Monday, 18 September 2006

plunder from the library

A satisfying library excursion. Kal needed to pick up some books she'd reserved and I went along for the walk. I borrowed a few books I knew about--two Philip Roths, Operation Shylock and The Plot Against America for next month's bookclub; Julian Barnes's Arthur and George; Douglas Coupland's Eleanor Rigby but not J-Pod--and one whose title suddenly surfaced in my head after not even being on my lifelist, Michael Frayn's Headlong, and two I hadn't heard of, Peter Ackroyd's The Clerkenwell Tales (I'll read anything by him and if it's faux Chaucer, all the better) and Margaret George's Helen of Troy (I loved the last's Autobiography of Henry VIII and another Tudor gossip novel about Mary, Queen of Scots). Helen of Troy fits in well with my Iliad guilt and Mary Renault love.

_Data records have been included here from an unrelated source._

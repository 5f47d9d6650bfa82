export {
  type App,
  createApp,
  type RunInput,
  type RunOutcome,
  type RunYear,
  type Watch,
} from './app.ts';
export type {
  AppState,
  Dialog,
  FigureKey,
  HourMark,
  RunState,
  Scheme,
  Screen,
} from './app-state.ts';
export { asksForSite } from './app-state.ts';
export {
  AppContext,
  type RoomResult,
  roomResult,
  useApp,
  useAppState,
  useCalendar,
} from './use-app.ts';
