package formula

import (
	"errors"
	"fmt"
	"strings"
	"unicode"
	"unicode/utf8"

	"quoin/calc/quantity"
)

// attach reads the unit that belongs to the number before p.pos: behind one
// blank or none, the longest run without blanks of unit symbols, powers, *, ·
// and /. A keyword is no unit.
func (p *parser) attach(t *token) {
	at := p.pos
	if at < len(p.text) && (p.text[at] == ' ' || p.text[at] == '\t') {
		at++
	}
	end, words := p.unitRun(at)
	if len(words) == 0 {
		return
	}
	first := p.text[words[0][0]:words[0][1]]
	switch first {
	case "as", "within", "and", "or", "not":
		return
	}
	p.pos, t.to = end, end
	t.unitText = p.text[at:end]
	u, ok := p.readUnit(at, end, words, t.text)
	if !ok {
		return
	}
	t.unit, t.value = u, u.To(t.value)
	p.powerAfterUnit(t)
}

// powerAfterUnit refuses "3 m ^2", which could mean 3 m² or 9 m².
func (p *parser) powerAfterUnit(t *token) {
	at := p.skipBlanks(p.pos)
	if at >= len(p.text) || p.text[at] != '^' {
		return
	}
	to := digits(p.text, p.skipBlanks(at+1))
	exponent := strings.TrimLeft(p.text[at+1:to], " \t")
	if exponent == "" {
		p.fail("unit-power", t.from, at+1, "the power of a unit is a number without blanks", fmt.Sprintf("write (%s %s)^x for a power of the quantity", t.text, t.unitText))
		return
	}
	p.fail("unit-power", t.from, to, "a power behind a unit and a blank can be read in two ways",
		fmt.Sprintf("write %s %s^%s for a unit, (%s %s)^%s for a power of the quantity", t.text, t.unitText, exponent, t.text, t.unitText, exponent))
}

// unitHere reads the unit at an offset, for as and num(), and leaves p.pos
// behind it. "1" is the pure number; "1/s" is read.
func (p *parser) unitHere(at int) (quantity.Unit, bool) {
	p.pos = at
	run := at
	if strings.HasPrefix(p.text[at:], "1") {
		p.pos = at + 1
		if !strings.HasPrefix(p.text[p.pos:], "/") {
			return quantity.Unit{}, true
		}
		run = p.pos + 1
	}
	end, words := p.unitRun(run)
	if len(words) == 0 {
		p.fail("missing-unit", p.pos, min(p.pos+1, len(p.text)), "a unit is missing here", "write a unit, such as kN or m/s^2")
		p.broken = true
		return quantity.Unit{}, false
	}
	p.pos = end
	return p.readUnit(at, end, words, "")
}

// unitRun finds the end of a unit that starts at from, and its words.
func (p *parser) unitRun(from int) (end int, words [][2]int) {
	i := from
	for {
		j := unitWord(p.text, i)
		if j == i {
			return end, words
		}
		words = append(words, [2]int{i, j})
		j = unitPower(p.text, j)
		end = j
		switch {
		case strings.HasPrefix(p.text[j:], "*"), strings.HasPrefix(p.text[j:], "/"):
			i = j + 1
		case strings.HasPrefix(p.text[j:], "·"):
			i = j + len("·")
		default:
			return end, words
		}
	}
}

// unitWord is the end of the word at i: % or letters, with what hangs on to
// them, so that "m.T", "m2" and "x_1" are seen whole.
func unitWord(s string, i int) int {
	if strings.HasPrefix(s[i:], "%") {
		return i + 1
	}
	from := i
	for i < len(s) {
		r, size := utf8.DecodeRuneInString(s[i:])
		switch {
		case unicode.IsLetter(r) || r == '°':
		case i > from && namePart(r):
		case i > from && r == '.' && i+1 < len(s) && letter(rune(s[i+1])):
		default:
			return i
		}
		i += size
	}
	return i
}

// unitPower is the end of the power at i, if there is one: ^2, ^-1, ^0.5, ².
func unitPower(s string, i int) int {
	if strings.HasPrefix(s[i:], "^") {
		j := i + 1
		if j < len(s) && (s[j] == '-' || s[j] == '+') {
			j++
		}
		k := digits(s, j)
		if k == j {
			return i
		}
		if k+1 < len(s) && s[k] == '.' && digits(s, k+1) > k+1 {
			k = digits(s, k+1)
		}
		return k
	}
	for i < len(s) {
		r, size := utf8.DecodeRuneInString(s[i:])
		if _, ok := raised[r]; !ok {
			break
		}
		i += size
	}
	return i
}

// readUnit reads the unit text[from:end] and reports every word that is none.
// number is the text of the number before it, "" behind as and in num(), where
// no value can be meant.
func (p *parser) readUnit(from, end int, words [][2]int, number string) (quantity.Unit, bool) {
	ok := true
	for i, w := range words {
		text := p.text[w[0]:w[1]]
		if _, err := quantity.ParseUnit(text); err != nil {
			ok = false
			hint := err.(*quantity.UnitError).Hint
			if number != "" {
				hint = p.meantProduct(hint, text, number, from, w, i)
			}
			p.fail("unknown-unit", w[0], w[1], fmt.Sprintf("%q is not a unit", text), hint)
			continue
		}
		if name := Normal(text); number != "" && len(words) > 1 && p.names != nil && p.names(name) {
			ok = false
			hint := "write the unit in another way, or rename " + name
			if i > 0 {
				before := strings.TrimRight(p.text[from:w[0]], "*/·")
				op := strings.TrimSpace(p.text[from+len(before) : w[0]])
				hint = fmt.Sprintf("for the value of %s put blanks round the sign: %s %s %s %s; for the unit rename the value", name, number, before, op, text)
			}
			p.fail("ambiguous-unit", w[0], w[1], fmt.Sprintf("%s is a unit and also a value of this document", text), hint)
		}
	}
	if !ok {
		return quantity.Unit{}, false
	}
	u, err := quantity.ParseUnit(p.text[from:end])
	if err != nil {
		var ue *quantity.UnitError
		hint := ""
		if errors.As(err, &ue) {
			hint = ue.Hint
		}
		if ue != nil && ue.Power != "" {
			at := from + ue.Offset
			if i := strings.Index(p.text[at:end], ue.Power); i >= 0 {
				at += i
			}
			p.fail("unit-power", at, min(at+len(ue.Power), end), err.Error(), hint)
		} else {
			p.fail("unknown-unit", from, end, err.Error(), hint)
		}
		return quantity.Unit{}, false
	}
	return u, true
}

// meantProduct adds to the hint what to write if a value was meant, not a unit.
func (p *parser) meantProduct(hint, text, number string, from int, at [2]int, i int) string {
	known := p.names != nil && p.names(Normal(text))
	if !known && hint != "" || !ValidName(strings.Replace(text, ".", "", 1)) {
		return hint
	}
	if strings.HasPrefix(p.text[at[1]:], "(") {
		text += "(...)"
	}
	product := fmt.Sprintf("is a * missing? write %s * %s", number, text)
	if i > 0 {
		before := strings.TrimRight(p.text[from:at[0]], "*/·")
		product = fmt.Sprintf("for the value of %s put blanks round the sign: %s %s %s %s", text, number, before, p.text[from+len(before):at[0]], text)
	}
	return product
}
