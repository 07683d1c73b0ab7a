package formula

import (
	"regexp"
	"strings"

	"quoin/calc/expr"
)

var compares = regexp.MustCompile(` *(<=|>=|==|<|>) *`)

// normal is the text of a check with one blank for any run of them and around
// what compares.
func normal(text string) string {
	return strings.TrimSpace(compares.ReplaceAllString(strings.Join(strings.Fields(text), " "), " $1 "))
}

// Key is the same for two trees that say the same, however they are spaced.
func Key(n *expr.Node) string {
	if n == nil {
		return ""
	}
	var b strings.Builder
	b.WriteString(string(n.Op) + " " + n.Text + " " + n.Unit)
	for _, a := range n.Args {
		b.WriteString("(" + Key(a) + ")")
	}
	return b.String()
}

All these great books have a return date, though, so despite the Mary Renault love, I must interrupt paperback The Friendly Young Ladies, which I began yesterday. In case I forget later, it reminds me I Capture the Castle for its dank, frigid setting, and Death of the Heart, for foiled love in late adolescence.

And tonight I plan to go to the Tattered Cover to hear an old DU pal read from a newly published book of poetry, and while there I almost certainly will pick up Lemony Snicket's Beatrice Letters, and so we see that library books do not always precede owned books in the bedside stack.